Just curios on the results of the tourney today. Last couple tournaments there seemed to have some low LBS. Even the top 3 winning weights would be cool.
Thanks


----------



## atowngolfer (Mar 24, 2009)

winners were 13 something when I get the email with the actual weights tonight or tomorrow i will post them up.


----------



## lakeslouie (Jan 11, 2006)

Bantam3x said:


> Last couple tournaments there seemed to have some low LBS.


You probably already know this, but if not, the tourny there on the 14th was a big bass event, 1 fish limit. So posted results would look low vs 5 fish limit.

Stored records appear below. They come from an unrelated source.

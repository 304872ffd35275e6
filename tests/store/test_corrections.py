"""Corrections and removals keep the original; every change is in the pump's trail."""

from __future__ import annotations

import sqlite3
from datetime import date

import pytest

from logbook.cli import main
from logbook.model import Event, EventKind, InputRejected, Kind, Reading
from logbook.store import Store
from logbook.store.schema import MIGRATIONS, SCHEMA_VERSION

from .conftest import MACHINES, MODELS, PUMPS, READINGS, TODAY, load


def _state(store):
    return store.counts(), len(store.audit_trail())


def test_a_correction_keeps_the_original_and_both_appear_in_history(store):
    first = store.readings("S-100")[0]
    new = store.correct_reading(first.id, servo_pressure_bar=24.0, reason="gauge misread", today=TODAY)
    # The original row is untouched except for the pointer to its correction.
    old = store.reading(first.id)
    assert old.servo_pressure_bar == 26.0 and old.superseded_by == new.id
    assert new.servo_pressure_bar == 24.0 and new.taken_on == first.taken_on and new.entered_by == "tester"
    # Trends and the fleet see only the correction; the pump view with all readings sees both.
    assert [r.id for r in store.readings("S-100")] == [new.id, store.readings("S-100")[1].id]
    assert first.id not in {r.id for r in store.fleet().history("S-100").readings}
    assert {first.id, new.id} <= {r.id for r in store.readings("S-100", include_superseded=True)}
    trail = store.pump_trail("S-100")
    fix = [e for e in trail if e.action == "correct"]
    assert len(fix) == 1 and fix[0].who == "tester" and fix[0].reason == "gauge misread"
    assert fix[0].before["id"] == first.id and fix[0].before["servo_pressure_bar"] == 26.0
    assert fix[0].after["id"] == new.id and fix[0].after["servo_pressure_bar"] == 24.0
    # The imported original shows through its import (file name and sha256).
    imports = [e for e in trail if e.action == "import"]
    assert imports and imports[0].after["file"] == "readings.csv" and len(imports[0].after["sha256"]) == 64


def test_correction_is_checked_like_a_new_reading_without_the_old_one(store):
    may = store.readings("S-100")[1]  # 1500 h on 2025-05-01, after 1100 h on 2025-02-01
    # Moving it to June with 1450 h is fine once the old 1500 h reading is left out.
    new = store.correct_reading(may.id, taken_on=date(2025, 6, 1), machine_hours=1450.0, reason="wrong date", today=TODAY)
    assert (new.taken_on, new.machine_hours) == (date(2025, 6, 1), 1450.0)
    before = _state(store)
    with pytest.raises(InputRejected, match="runs backwards"):
        store.correct_reading(new.id, machine_hours=1000.0, reason="x", today=TODAY)  # below 1100 h in February
    with pytest.raises(InputRejected, match="already corrected"):
        store.correct_reading(may.id, servo_pressure_bar=20.0, reason="x", today=TODAY)
    with pytest.raises(InputRejected, match="reason"):
        store.correct_reading(new.id, servo_pressure_bar=20.0, reason="  ", today=TODAY)
    with pytest.raises(InputRejected, match="cannot be corrected"):
        store.correct_reading(new.id, serial="S-200", reason="x", today=TODAY)
    with pytest.raises(InputRejected, match="change nothing"):
        store.correct_reading(new.id, machine_hours=1450.0, reason="x", today=TODAY)
    with pytest.raises(InputRejected, match="not a known reading"):
        store.correct_reading(9999, machine_hours=1450.0, reason="x", today=TODAY)
    assert _state(store) == before


def test_removed_reading_leaves_trends_and_can_be_entered_again(store):
    r = store.readings("S-200")[0]
    removed = store.remove_reading(r.id, reason="belongs to another pump")
    assert removed.removed_reason == "belongs to another pump" and store.readings("S-200") == []
    assert store.fleet().history("S-200").readings == ()
    shown = store.readings("S-200", include_superseded=True)
    assert [x.id for x in shown] == [r.id] and shown[0].removed_reason
    with pytest.raises(InputRejected, match="was removed"):
        store.correct_reading(r.id, servo_pressure_bar=20.0, reason="x", today=TODAY)
    # The same natural key may be recorded again: the removed row no longer counts.
    again = store.add_reading(Reading(id=None, serial="S-200", taken_on=r.taken_on, machine_hours=r.machine_hours,
                                      servo_pressure_bar=25.0), today=TODAY)
    assert again.id != r.id
    entry = [e for e in store.pump_trail("S-200") if e.action == "remove"][0]
    assert entry.before["removed_reason"] is None and entry.after["removed_reason"] == "belongs to another pump"


def _move(store, day=date(2025, 6, 1)):
    return store.add_event(Event(id=None, kind=EventKind.MOVE, happened_on=day, serial="S-100", hours=1700,
                                 to_machine="M-2", to_position="swing", to_hours=5600), today=TODAY)


def test_removing_a_move_restores_the_fitment_unless_later_records_depend_on_it(store):
    move = _move(store)
    r = store.add_reading(Reading(id=None, serial="S-100", taken_on=date(2025, 7, 1), machine_hours=5700,
                                  servo_pressure_bar=25.0), today=TODAY)
    before = _state(store)
    with pytest.raises(InputRejected, match=rf"later records depend on: reading\(s\) {r.id}"):
        store.remove_event(move.id, reason="entered by mistake")
    assert _state(store) == before
    store.remove_reading(r.id, reason="taken on the wrong pump")
    store.remove_event(move.id, reason="entered by mistake")
    fits = store.fitments(serial="S-100")
    assert [(f.machine, f.removed_on, f.machine_hours_at_removal) for f in fits] == [("M-1", None, None)]
    assert store.events() == [] and store.events(include_removed=True)[0].removed_reason == "entered by mistake"
    actions = [(e.action, e.table) for e in store.pump_trail("S-100")][-3:]
    assert actions == [("remove", "fitments"), ("update", "fitments"), ("remove", "events")]
    assert store.check() == []
    # The pump can be moved again the same way.
    assert _move(store).id != move.id


def test_removing_a_meter_replacement_is_refused_while_new_meter_readings_exist(store):
    rep = store.add_event(Event(id=None, kind=EventKind.METER_REPLACED, happened_on=date(2025, 6, 1), machine="M-1",
                                hours=1600, to_hours=0), today=TODAY)
    r = store.add_reading(Reading(id=None, serial="S-100", taken_on=date(2025, 7, 1), machine_hours=200,
                                  servo_pressure_bar=25.0), today=TODAY)
    with pytest.raises(InputRejected, match="new hour meter"):
        store.remove_event(rep.id, reason="x")
    store.remove_reading(r.id, reason="x")
    assert store.remove_event(rep.id, reason="wrong machine").removed_reason == "wrong machine"


def test_limit_changes_are_audited_with_before_and_after(store):
    store.set_limit("TX-90", Kind.CASE_DRAIN, 9.0)
    entry = [e for e in store.pump_trail("S-100") if e.table == "limits"][-1]
    assert entry.before["case_drain"]["value"] == 10.0 and entry.after["case_drain"]["value"] == 9.0


def test_a_version_1_database_is_migrated_forward_with_its_data(tmp_path):
    path = tmp_path / "v1.db"
    conn = sqlite3.connect(path)
    conn.executescript(";\n".join(MIGRATIONS[0]) + "; PRAGMA user_version = 1;")
    conn.execute("INSERT INTO models VALUES ('M1','',90,400,2200,50,400,46,100,2000,40,60,NULL,NULL)")
    conn.commit()
    conn.close()
    with Store(path) as s:
        assert s.schema_version() == SCHEMA_VERSION >= 3
        assert list(s.models()) == ["M1"]
        cols = {r[1] for r in s.conn.execute("PRAGMA table_info(readings)")}
        assert "removed_reason" in cols
        assert s.costs().models == {}  # migration 3: the costs and settings tables


def test_cli_correct_remove_history_and_who(tmp_path, capsys):
    db = tmp_path / "c.db"
    s = Store(db, user="ana")
    for table, data in (("models", MODELS), ("machines", MACHINES), ("pumps", PUMPS), ("readings", READINGS)):
        load(s, table, data)
    rid = s.readings("S-100")[0].id
    s.close()
    base = ["--db", str(db), "--today", TODAY.isoformat()]
    assert main([*base, "--as", "Ben Okafor", "correct", str(rid), "--servo-pressure", "350psi", "--reason", "unit slip"]) == 0
    assert main([*base, "correct", str(rid), "--servo-pressure", "abc", "--reason", "x"]) == 2
    err = capsys.readouterr().err
    assert "servo_pressure = 'abc'" in err and "Traceback" not in err
    assert main([*base, "remove", "reading", "9999", "--reason", "x"]) == 2
    assert main([*base, "history", "S-100"]) == 0
    out = capsys.readouterr().out
    assert "Ben Okafor" in out and "unit slip" in out and "readings.csv" in out
    with Store(db) as s:
        fixed = s.readings("S-100")[0]
        # 350 psi = 24.13 bar (1 psi = 6894.757 Pa, NIST SP 811)
        assert fixed.servo_pressure_bar == pytest.approx(350 * 6894.757293168361 / 1e5)
        assert s.pump_trail("S-100")[-1].who == "Ben Okafor"


def test_an_imported_event_file_is_one_audit_row_and_one_history_line(store):
    from logbook.imports import import_bytes

    data = b"date,kind,serial,hours,note\n2025-06-01,neutral_reset,S-100,1700,re-set\n2025-07-01,oil_change,S-100,1800,\n"
    assert import_bytes(store, "events", data, name="events.csv", today=TODAY).added == 2
    rows = [a for a in store.audit_trail() if a["table_name"] == "events"]
    assert [a["action"] for a in rows] == ["import"]
    lines = [e for e in store.pump_trail("S-100") if e.table == "events"]
    assert [(e.action, e.after["file"], e.after["events of this pump"]) for e in lines] == [("import", "events.csv", 2)]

We have another BB open there this coming Sat the 28th. 
www.portagelakesbassmasters.com


----------



## young-gun21 (Mar 14, 2006)

1st 13.7 
2nd 9.9
3rd 7.15

Big bass was 5.3 


Outdoor Hub mobile, the outdoor information engine


----------



## Bantam3x (Sep 12, 2010)

lakeslouie said:


> You probably already know this, but if not, the tourny there on the 14th was a big bass event, 1 fish limit. So posted results would look low vs 5 fish limit. We have another BB open there this coming Sat the 28th.
> www.portagelakesbassmasters.com


I understand the one bass. I am going to try your April 28th. I've only done one tourny before it was a Tuesday night at WF.My son is 14 is he allowed to be my partner.


----------



## Bantam3x (Sep 12, 2010)

young-gun21 said:


> 1st 13.7
> 2nd 9.9
> 3rd 7.15
> 
> ...


Thanks for posting. Met a couple of your members out there this past week.Next year I will be ready for an electric series


----------



## young-gun21 (Mar 14, 2006)

We're you the guy with the truck parked on that crazy hill that almost got stuck??


Outdoor Hub mobile, the outdoor information engine


----------



## Bantam3x (Sep 12, 2010)

lol...No. I have a 08 Ford black 150. I did see some tire marks on the grass hill going down the accesses road to the ramp today.


----------



## lakeslouie (Jan 11, 2006)

Bantam3x said:


> I understand the one bass. I am going to try your April 28th. I've only done one tourny before it was a Tuesday night at WF.My son is 14 is he allowed to be my partner.


This is so cool!! Yes, we encourage this!! Good Luck and I hope you both have a great time!


----------



## kingfisher42 (May 7, 2009)

Looks like the weights of tournies coming down from last year. no surprise with all the fish being taking out of there.


----------